• Data for analysis:
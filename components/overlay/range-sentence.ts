import { DateTime } from 'luxon';
import { formatNumber } from '../../lib/format/number.ts';
import type { DoseInput } from '../charts/dose-bars.ts';
import type { LaneInput } from '../charts/lane-model.ts';
import type { TimeRange } from '../charts/time-axis.ts';

function testPart(lane: LaneInput, range: TimeRange): string {
  const name = lane.title.toLowerCase();
  const seen = (lane.tests?.points ?? []).filter((point) => point.tMs >= range.fromMs && point.tMs <= range.toMs);
  const say = (point: { value: number; below: boolean }) => `${point.below ? 'under ' : ''}${formatNumber(point.value, lane.decimals)}`;
  const first = seen[0];
  const last = seen.at(-1);
  if (!first || !last) return `no ${name} test`;
  return seen.length === 1 ? `${name} ${say(first)} (one test)` : `${name} ${say(first)} to ${say(last)}`;
}

function dosePart(doses: DoseInput | null, range: TimeRange): string {
  const ml = (doses?.columns ?? [])
    .filter((column) => column.toMs > range.fromMs && column.fromMs < range.toMs)
    .reduce((sum, column) => sum + column.pumpMl + column.handMl, 0);
  return ml === 0 ? 'nothing given' : `${formatNumber(ml, ml < 100 ? 1 : 0)} mL given`;
}

function rangeWords(range: TimeRange, zone: string): string {
  const from = DateTime.fromMillis(range.fromMs, { zone });
  const to = DateTime.fromMillis(range.toMs, { zone });
  if (from.hasSame(to, 'day')) return `${from.toFormat('d LLLL, HH:mm')} to ${to.toFormat('HH:mm')}`;
  const isShort = range.toMs - range.fromMs < 3 * 86_400_000;
  const format = isShort ? 'd LLLL, HH:mm' : from.year === to.year ? 'd LLLL' : 'd LLLL yyyy';
  return `${from.toFormat(format)} to ${to.toFormat(format)}`;
}

/** "Last 7 days: nitrate 14 to 11, phosphate 0.12 to 0.09, 42.0 mL given." */
export function rangeSentence(
  words: string | null,
  range: TimeRange,
  zone: string,
  nutrients: readonly LaneInput[],
  dose: LaneInput,
): string {
  const parts = [...nutrients.map((lane) => testPart(lane, range)), dosePart(dose.doses, range)];
  return `${words ?? rangeWords(range, zone)}: ${parts.join(', ')}.`;
}
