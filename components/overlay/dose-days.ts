import { DateTime } from 'luxon';
import type { HandDose } from '#shared/contract/records.ts';
import type { DoseColumns, Run } from '#shared/contract/telemetry.ts';
import type { DoseColumn } from '../charts/dose-bars.ts';

/** Carbon by the site's days; a bucket counts for the day in which its middle lies. */
export function dosesByDay(doses: DoseColumns, zone: string): DoseColumn[] {
  const days = new Map<number, DoseColumn>();
  doses.t.forEach((tMs, i) => {
    const day = DateTime.fromMillis(tMs + doses.resolutionMs / 2, { zone }).startOf('day');
    const fromMs = day.toMillis();
    const known = days.get(fromMs) ?? { fromMs, toMs: day.plus({ days: 1 }).toMillis(), pumpMl: 0, handMl: 0 };
    days.set(fromMs, { ...known, pumpMl: known.pumpMl + (doses.pumpMl[i] ?? 0), handMl: known.handMl + (doses.handMl[i] ?? 0) });
  });
  return [...days.values()].sort((a, b) => a.fromMs - b.fromMs);
}

/** A portion without an end yet, or of no length, still has a place on the axis. */
const leastPortionMs = 1000;

/** Carbon by single portions. */
export function dosesByPortion(runs: readonly Run[], handDoses: readonly HandDose[]): DoseColumn[] {
  const byPump = runs
    .filter((run) => run.kind === 'carbon' && run.ml > 0)
    .map((run) => {
      const fromMs = Date.parse(run.beganAt);
      const endedMs = run.endedAt === null ? fromMs : Date.parse(run.endedAt);
      return { fromMs, toMs: Math.max(endedMs, fromMs + leastPortionMs), pumpMl: run.ml, handMl: 0 };
    });
  const byHand = handDoses.map((dose) => {
    const fromMs = Date.parse(dose.at);
    return { fromMs, toMs: fromMs + leastPortionMs, pumpMl: 0, handMl: dose.ml };
  });
  return [...byPump, ...byHand].sort((a, b) => a.fromMs - b.fromMs);
}
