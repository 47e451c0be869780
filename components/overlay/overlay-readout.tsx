import { DateTime } from 'luxon';
import { Button } from '../ui/button.tsx';
import { Text } from '../ui/text.tsx';
import type { Reading } from '../charts/nearest.ts';

export interface OverlayReadoutProps {
  crosshairMs: number;
  readings: readonly Reading[];
  zone: string;
  onEditTest?: (testId: string) => void;
}

/** What every lane says at the crosshair; a test carries the time at which it was made, since that is seldom the crosshair's. */
export function OverlayReadout({ crosshairMs, readings, zone, onEditTest }: OverlayReadoutProps) {
  const when = (tMs: number, format: string) => DateTime.fromMillis(tMs, { zone }).toFormat(format);
  return (
    <section className="overlay-readout" aria-label="At the crosshair">
      <Text variant="note" bold>
        {when(crosshairMs, 'cccc d LLLL yyyy, HH:mm')}
      </Text>
      <dl className="overlay-readout-list">
        {readings.map((reading, i) => (
          <div key={`${reading.laneId} ${i}`} className="overlay-readout-row">
            <dt>
              <Text variant="note" soft>
                {reading.title}
              </Text>
            </dt>
            <dd>
              <Text variant="note">{reading.text}</Text>
              {reading.tMs !== null && (
                <Text variant="note" soft>
                  {when(reading.tMs, 'd LLL, HH:mm')}
                </Text>
              )}
              {reading.testId !== null && onEditTest !== undefined && (
                <EditButton testId={reading.testId} title={reading.title} onEdit={onEditTest} />
              )}
            </dd>
          </div>
        ))}
      </dl>
    </section>
  );
}

function EditButton({ testId, title, onEdit }: { testId: string; title: string; onEdit: (testId: string) => void }) {
  return (
    <Button kind="quiet" onPress={() => onEdit(testId)} name={`Edit this ${title.toLowerCase()} test`}>
      Edit
    </Button>
  );
}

• Task brief: This exercise requires the lines of the entries containing the string "toLowerCase".

• Result of this task:
  const name = lane.title.toLowerCase();
    <Button kind="quiet" onPress={() => onEdit(testId)} name={`Edit this ${title.toLowerCase()} test`}>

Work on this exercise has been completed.